17 Ces travaux des modernistes ont, par contrecoup, mis en évidence la double rupture historique que représente le siècle des Lumières d’une part, la Révolution et l’Empire de l’autre. Basculement des Lumières tout d’abord, avec l’apparition d’une nouvelle culture professionnelle fondée sur le mérite et le savoir, au cours de laquelle l’administrateur se fait ingénieur, géomètre et statisticien et plus seulement juriste [26]. Années décisives de ce XVIIIe siècle pendant lesquelles l’outillage conceptuel des pratiques administratives s’étoffe considérablement avec l’affirmation de la polysémie des concepts de « police » et celui de « service public » [27]. Il reviendra à la Révolution et à l’Empire d’initier, dans un double mouvement paradoxal de rupture et de continuité, une clarification décisive de ces deux concepts, préalable à l’apparition d’une administration moderne, spécialisée et rationnalisée. « Le service public en vient à désigner une activité d’utilité générale, celle de l’État et des collectivités locales » que le régime Directorial expérimente en matière économique par des dispositifs de contrôle réglementaire des délégations de service, notamment en matière de transport [28].

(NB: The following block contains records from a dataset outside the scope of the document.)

def test_same_seed_is_bit_identical_and_new_seed_differs():
    prob, st = problem(MU + 3.0), settings(samples=512)
    a, b = what_if(prob, st), what_if(prob, st)
    np.testing.assert_array_equal(a.baseline.quantile, b.baseline.quantile)
    np.testing.assert_array_equal(a.rows[1].nominal.variance, b.rows[1].nominal.variance)
    c = what_if(prob, replace(st, seed=6))
    assert c.baseline.quantile[0] != a.baseline.quantile[0]


# ----------------------------------------------------------------------------------------------
# Allowable spread
# ----------------------------------------------------------------------------------------------


def test_allowable_spread_quantile_target_matches_closed_form():
    f_exact = 0.7
    limit = MU + Z95 * sd_of([f_exact, 1, 1])
    out = allowable_spreads(problem(limit), settings())
    x1 = out[0]
    assert x1.status == "limited" and x1.monotone and not x1.bounded
    sd = sd_of([x1.factor, 1, 1])
    # the closed-form P95 at the factor found meets the limit within the sampling error
    assert MU + Z95 * sd == pytest.approx(limit, abs=4 * quantile_se(0.95, sd))
    slope = Z95 * V[0] * f_exact / sd      # dP95/df
    assert x1.factor == pytest.approx(f_exact, abs=4 * quantile_se(0.95, sd) / slope)
    assert x1.spread == pytest.approx(S[0] * x1.factor, rel=1e-12)
    # x2 and x3 alone cannot compensate for x1 at its current spread
    assert [a.status for a in out[1:]] == ["none", "none"]
    assert all(math.isnan(a.factor) for a in out[1:])


def test_allowable_spread_exceedance_target_matches_closed_form():
    f_exact = 0.6
    limit = MU + Z99 * sd_of([f_exact, 1, 1])
    out = allowable_spreads(problem(limit), settings(target="P(exceed) <= 1 %"))
    x1 = out[0]
    assert x1.status == "limited"
    p_exact = stats.norm.sf((limit - MU) / sd_of([x1.factor, 1, 1]))
    assert p_exact == pytest.approx(0.01, abs=4 * math.sqrt(0.01 * 0.99 / N))


def test_allowable_any_spread_up_to_max_factor_and_bounds_cap():
    # Target met even at 3x every spread: "met at any spread" up to max_factor.
    limit = MU + Z95 * sd_of([3, 3, 3]) + 1.0
    out = allowable_spreads(problem(limit), settings(samples=2048, max_factor=3.0))
    assert all(a.status == "any" and a.factor == 3.0 and not a.bounded for a in out)
    # A uniform [0.5, 1.5] of a positive quantity cannot widen past factor 2 (low reaches 0).
    u = make_distribution("uniform", {"low": 0.5, "high": 1.5}, bounds=Bounds(0.0))
    prob = ToleranceProblem(("u",), (u,), lambda x: x[:, 0], limit=10.0)
    (a,) = allowable_spreads(prob, settings(samples=256))
    assert a.status == "any" and a.bounded
    assert a.cap == pytest.approx(2.0, abs=1e-4)  # half-width 0.5 * f < 1


def test_scenarios_use_the_worst_exposure():
    f_exact = 0.7
    worst_offset = 1.5
    limit = MU + worst_offset + Z95 * sd_of([f_exact, 1, 1])
    prob = problem(limit, offsets=(0.0, worst_offset, -2.0))
    out = allowable_spreads(prob, settings())
    sd = sd_of([out[0].factor, 1, 1])
    assert MU + worst_offset + Z95 * sd == pytest.approx(limit, abs=4 * quantile_se(0.95, sd))
    assert what_if(prob, settings(samples=1024)).baseline.scenario == 1


def test_search_flags_a_non_monotone_metric():
    # met on [0, 1], fails on (1, 2], met again beyond: the answer is the first interval
    status, x, mono = largest_meeting(lambda f: f <= 1.0 or f > 2.0, [0, 0.5, 1.5, 2.5, 3.0],
                                       1e-6)
    assert status == "limited" and x == pytest.approx(1.0, abs=1e-5) and not mono


# ----------------------------------------------------------------------------------------------
# Allocation and verification
# ----------------------------------------------------------------------------------------------


def test_allocation_matches_lagrange_closed_form():
    # Minimise sum w_i / f_i s.t. sum V_i f_i^2 = B: f_i = s (w_i / V_i)^(1/3) (Lagrange
    # condition w_i / f_i^2 = 2 lambda V_i f_i; common practice).
    a, s, w = np.ones(3), np.array([1.0, 2.0, 0.5]), {"x1": 1.0, "x2": 2.0, "x3": 0.5}
    v = (a * s) ** 2
    ratio = np.cbrt(np.array(list(w.values())) / v)
    limit = C + a @ M + Z95 * float(np.sqrt(np.sum(v * (0.8 * ratio) ** 2)))
    prob = problem(limit, a=a, s=s)
    alloc = allocate(prob, settings(cost=w, allow_loosening=True))
    assert alloc.status == "met"
    f = alloc.factors
    np.testing.assert_allclose(f / f[0], ratio / ratio[0], rtol=0.03)
    # a sample variance has relative standard error sqrt(2 / n) = 1 % (common practice)
    np.testing.assert_allclose(alloc.contributions, v, rtol=4 * math.sqrt(2 / N))
    sd = float(np.sqrt(np.sum(v * f**2)))
    assert C + a @ M + Z95 * sd == pytest.approx(limit, abs=4 * quantile_se(0.95, sd))
    assert alloc.cost == pytest.approx(sum(wi / fi for wi, fi in zip(w.values(), f, strict=True)))


def test_allocation_verified_with_a_new_seed():
    limit = MU + Z95 * sd_of([0.6, 1, 1])
    st = settings(basis="bound", samples=4096)
    alloc = allocate(problem(limit), st)
    assert alloc.status == "met"
    assert np.all(alloc.factors <= 1.0)            # no loosening by default
    assert alloc.factors[2] == 1.0                 # the negligible parameter keeps its spread
    ver = alloc.verification
    assert ver.seed == verification_seed(st.seed) != st.seed
    assert ver.met and ver.met_estimate
    assert ver.lower <= ver.value <= ver.upper <= limit
    # not wastefully tight: the search sized the allocation on an interval about twice as wide
    # as the verification's (a design VERIFICATION_SCALE = 4 times smaller), so the margin left
    # is about twice the verification's half-width (common practice: CI width ~ 1/sqrt(n))
    assert limit - ver.value <= 3.0 * (ver.upper - ver.value)
    sd = sd_of(alloc.factors)
    assert MU + Z95 * sd <= limit                  # the closed form agrees
    again = verify(problem(limit), st, alloc.factors, seed=ver.seed)
    assert again.value == ver.value                # reproducible


def test_allocation_keep_infeasible_and_caps():
    limit = MU + Z95 * sd_of([0.6, 1, 1])
    kept = allocate(problem(limit), settings(samples=2048, keep=("x2",)))
    assert kept.factors[1] == 1.0 and kept.kept == ("x2",)
    # below the nominal output no tolerance can help
    assert allocate(problem(MU - 1.0), settings(samples=512)).status == "infeasible"
    # met at the current spreads: without loosening the allocation keeps them
    caps = allocate(problem(MU + 10.0), settings(samples=512))
    assert caps.status == "caps" and np.all(caps.factors == 1.0)
    with pytest.raises(ValueError, match=r"unknown parameter\(s\) \['x9'\]; valid: x1, x2, x3"):
        allocate(problem(MU), settings(samples=64, cost={"x9": 2.0}))


# ----------------------------------------------------------------------------------------------
# Nominal shift
# ----------------------------------------------------------------------------------------------


def test_nominal_shift_matches_closed_form():
    sd = sd_of([1, 1, 1])
    required = 9.0
    limit = MU + A[0] * (required - M[0]) + Z95 * sd     # x1 must drop from 10 to 9
    out = shift_nominal(problem(limit), settings(), "x1")
    assert out.status == "shift" and out.monotone
    assert out.required == pytest.approx(required, abs=4 * quantile_se(0.95, sd) / A[0])
    assert out.met_to == out.required and out.met_from == out.low == 5.0
    met = shift_nominal(problem(limit + 5.0), settings(samples=2048), "x1")
    assert met.status == "met" and met.required == met.current == 10.0
    far = shift_nominal(problem(MU - 100.0), settings(samples=512, nominal_range=(8.0, 12.0)),
                        "x1")
    assert far.status == "not reachable" and math.isnan(far.required)
    with pytest.raises(ValueError, match=r"must contain the current nominal"):
        shift_nominal(problem(MU), settings(samples=64, nominal_range=(11.0, 12.0)), "x1")
    with pytest.raises(ValueError, match=r"unknown parameter 'x7'; valid: x1, x2, x3"):
        shift_nominal(problem(MU), settings(samples=64), "x7")


@pytest.mark.parametrize(("kind", "params"), [
    ("normal", {"mean": 2.0, "sd": 0.2}),
    ("truncnormal", {"mean": 2.0, "sd": 0.2, "low": 1.7, "high": 2.6}),
    ("tolerance", {"nominal": 2.0, "upper": 0.3, "lower": 0.2}),
    ("uniform", {"low": 1.5, "high": 2.5}),
    ("triangular", {"low": 1.5, "mode": 2.0, "high": 2.2}),
    ("beta", {"a": 2.0, "b": 3.0, "low": 1.0, "high": 3.0}),
])
def test_shift_translates_location_families(kind, params):
    d = make_distribution(kind, params, bounds=Bounds(0.0))
    moved = shift_distribution(d, d.nominal + 0.5)
    u = np.array([0.01, 0.3, 0.5, 0.9])
    # a location family: the quantile function moves by the shift (common practice)
    np.testing.assert_allclose(moved.ppf(u), d.ppf(u) + 0.5, rtol=1e-12, atol=1e-12)
    assert moved.nominal == pytest.approx(d.nominal + 0.5) and moved.spread == pytest.approx(
        d.spread)


def test_shift_scales_a_lognormal_and_keeps_bounds():
    d = make_distribution("lognormal", {"mean": 2.0, "cv": 0.3}, bounds=Bounds(0.0))
    moved = shift_distribution(d, 2.0 * d.nominal)
    u = np.array([0.05, 0.5, 0.95])
    # median scaled at fixed gsd: every quantile scales by the same ratio (common practice)
    np.testing.assert_allclose(moved.ppf(u), 2.0 * d.ppf(u), rtol=1e-12)
    u01 = make_distribution("uniform", {"low": 0.2, "high": 0.9},
                            bounds=Bounds(0.0, 1.0, upper_closed=True))
    with pytest.raises(ValueError, match="crosses the physical bounds"):
        shift_distribution(u01, 0.9)


# ----------------------------------------------------------------------------------------------
# Settings, the whole report
# ----------------------------------------------------------------------------------------------


@pytest.mark.parametrize(("kw", "match"), [
    ({"design": "sobol"}, r"unknown design 'sobol'; valid: lhs, random"),
    ({"basis": "mean"}, r"unknown basis 'mean'; valid: bound, estimate"),
    ({"max_factor": 0.5}, r"max_factor must be a finite number >= 1, got 0.5"),
    ({"samples": 1}, r"samples must be a whole number >= 2, got 1"),
    ({"cost": {"x1": -1.0}}, r"cost weight of 'x1' must be a positive number, got -1.0"),
    ({"target": "P95 < limit"}, r"bad target 'P95 < limit'"),
    ({"confidence": 1.5}, r"confidence must lie in \(0, 1\), got 1.5"),
    ({"nominal_range": (2.0, 1.0)}, r"nominal_range needs low < high"),
])
def test_settings_validation(kw, match):
    with pytest.raises(ValueError, match=match):
        ToleranceSettings(**kw)


def test_seed_is_required():
    with pytest.raises(ValueError, match="settings.seed is None"):
        what_if(problem(MU), ToleranceSettings(samples=16))


def test_problem_validation():
    d = make_distribution("normal", {"mean": 0.0, "sd": 1.0})
    with pytest.raises(ValueError, match="one distribution per name"):
        ToleranceProblem(("a", "b"), (d,), lambda x: x[:, 0], 1.0)
    with pytest.raises(ValueError, match="names must be unique"):
        ToleranceProblem(("a", "a"), (d, d), lambda x: x[:, 0], 1.0)
    bad = ToleranceProblem(("a",), (d,), lambda x: x[:3, 0], 1.0)
    with pytest.raises(ValueError, match=r"evaluate must return shape \(n_scenarios, 16\)"):
        what_if(bad, settings(samples=16))


def test_report_runs_everything_and_counts_failed_samples():
    def model(x: np.ndarray) -> np.ndarray:
        y = C + x @ A
        y[:3] = np.nan                          # three failed evaluations
        return y

    prob = replace(problem(MU + Z95 * sd_of([0.6, 1, 1])), evaluate=model)
    rep = analyse_tolerances(prob, settings(samples=1024, basis="bound", nominal_shift="x1"))
    assert rep.whatif.baseline.nonconverged.tolist() == [3]
    assert rep.allocation.status == "met" and rep.allocation.verification.met
    assert rep.nominal_shift is not None and rep.nominal_shift.status == "shift"
    assert rep.nominal_shift.required < 10.0
    assert rep.runs > 1 + 2 * 3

18 De telles innovations ne purent se réaliser sans une reconfiguration des relations entre le politique et l’administratif tout au long de la décennie révolutionnaire. L’un des intérêts de l’article d’Éric Szulman sur l’administration de la navigation intérieure pendant la Révolution tient en son analyse de la succession de trois périodes distinctes dans l’évolution de ces relations, contredisant toute interprétation téléologique de la construction de la puissance administrative du prétendu modèle jacobin français, dont le terme se solda toutefois par une rupture majeure : la perte du pouvoir des administrateurs/ingénieurs des Ponts et chaussées au bénéfice du législateur sur la politique de transport fluvial ! Sur l’ambiguïté constitutive des rapports entre le Politique et l’Administratif sous la Révolution, Virginie Martin présente quant à elle un cas d’école : comment une enquête statistique envisagée comme un outil au service de la diplomatie commerciale du Directoire est détournée de son usage administratif à des fins politiques en 1797 (an V) !

19 Que l’histoire politique de la Révolution française invente l’administration moderne vaut évidence : dès 1789, l’abolition des privilèges sonne le glas de la vénalité des offices, la Déclaration des droits de l’homme et du citoyen entérine les principes de méritocratie et le libre accès de tous les citoyens aux emplois publics « selon leur capacité, et sans autre distinction que celle de leurs vertus et de leurs talents » (article 6) et la départementalisation du territoire national crée des ressorts administratifs nouveaux et durables. Enfin, en vertu du principe de la souveraineté nationale, l’administrateur est désormais élu. Ce qui ne va pas sans causer de problèmes structuraux entre des hommes constamment tiraillés entre deux légitimités : celle d’exercer leur fonction qui consiste à faire exécuter la loi d’une part, celle de représenter – et implicitement de défendre – ceux qui l’ont élu à cette fonction administrative de l’autre. Ce dilemme est particulièrement saisissant pour les procureurs généraux syndics de 1790 à 1795 puis pour les commissaires du Directoire de 1795 à 1799, jusqu’à ce que le Consulat abandonne le principe électif au bénéfice des nominations lors de la création du corps préfectoral [29]. Déborah Cohen apporte une lumière nouvelle sur la condition de ces administrateurs de la République élus, tenus d’accepter l’exercice de fonctions administratives qu’ils ne briguaient pas forcément et qu’ils ont parfois exercées au péril de leur vie et de leurs biens, souvent partagés entre leurs préoccupations domestiques et l’exigence d’universel que leur imposait l’idéal type de l’administrateur désintéressé et dévoué au bien commun. À la suite des travaux de Catherine Kawa [30] et à l’encontre de certains clichés littéraires, elle n’en poursuit pas moins la réhabilitation des commis, ces ronds-de-cuir, ces nouveaux « administrateurs moyens » de la Révolution, qui bien que nommés et rémunérés à la différence des administrateurs élus, construisent des parcours professionnels dans lesquels compétences techniques et idéal du service public ne sont pas absents.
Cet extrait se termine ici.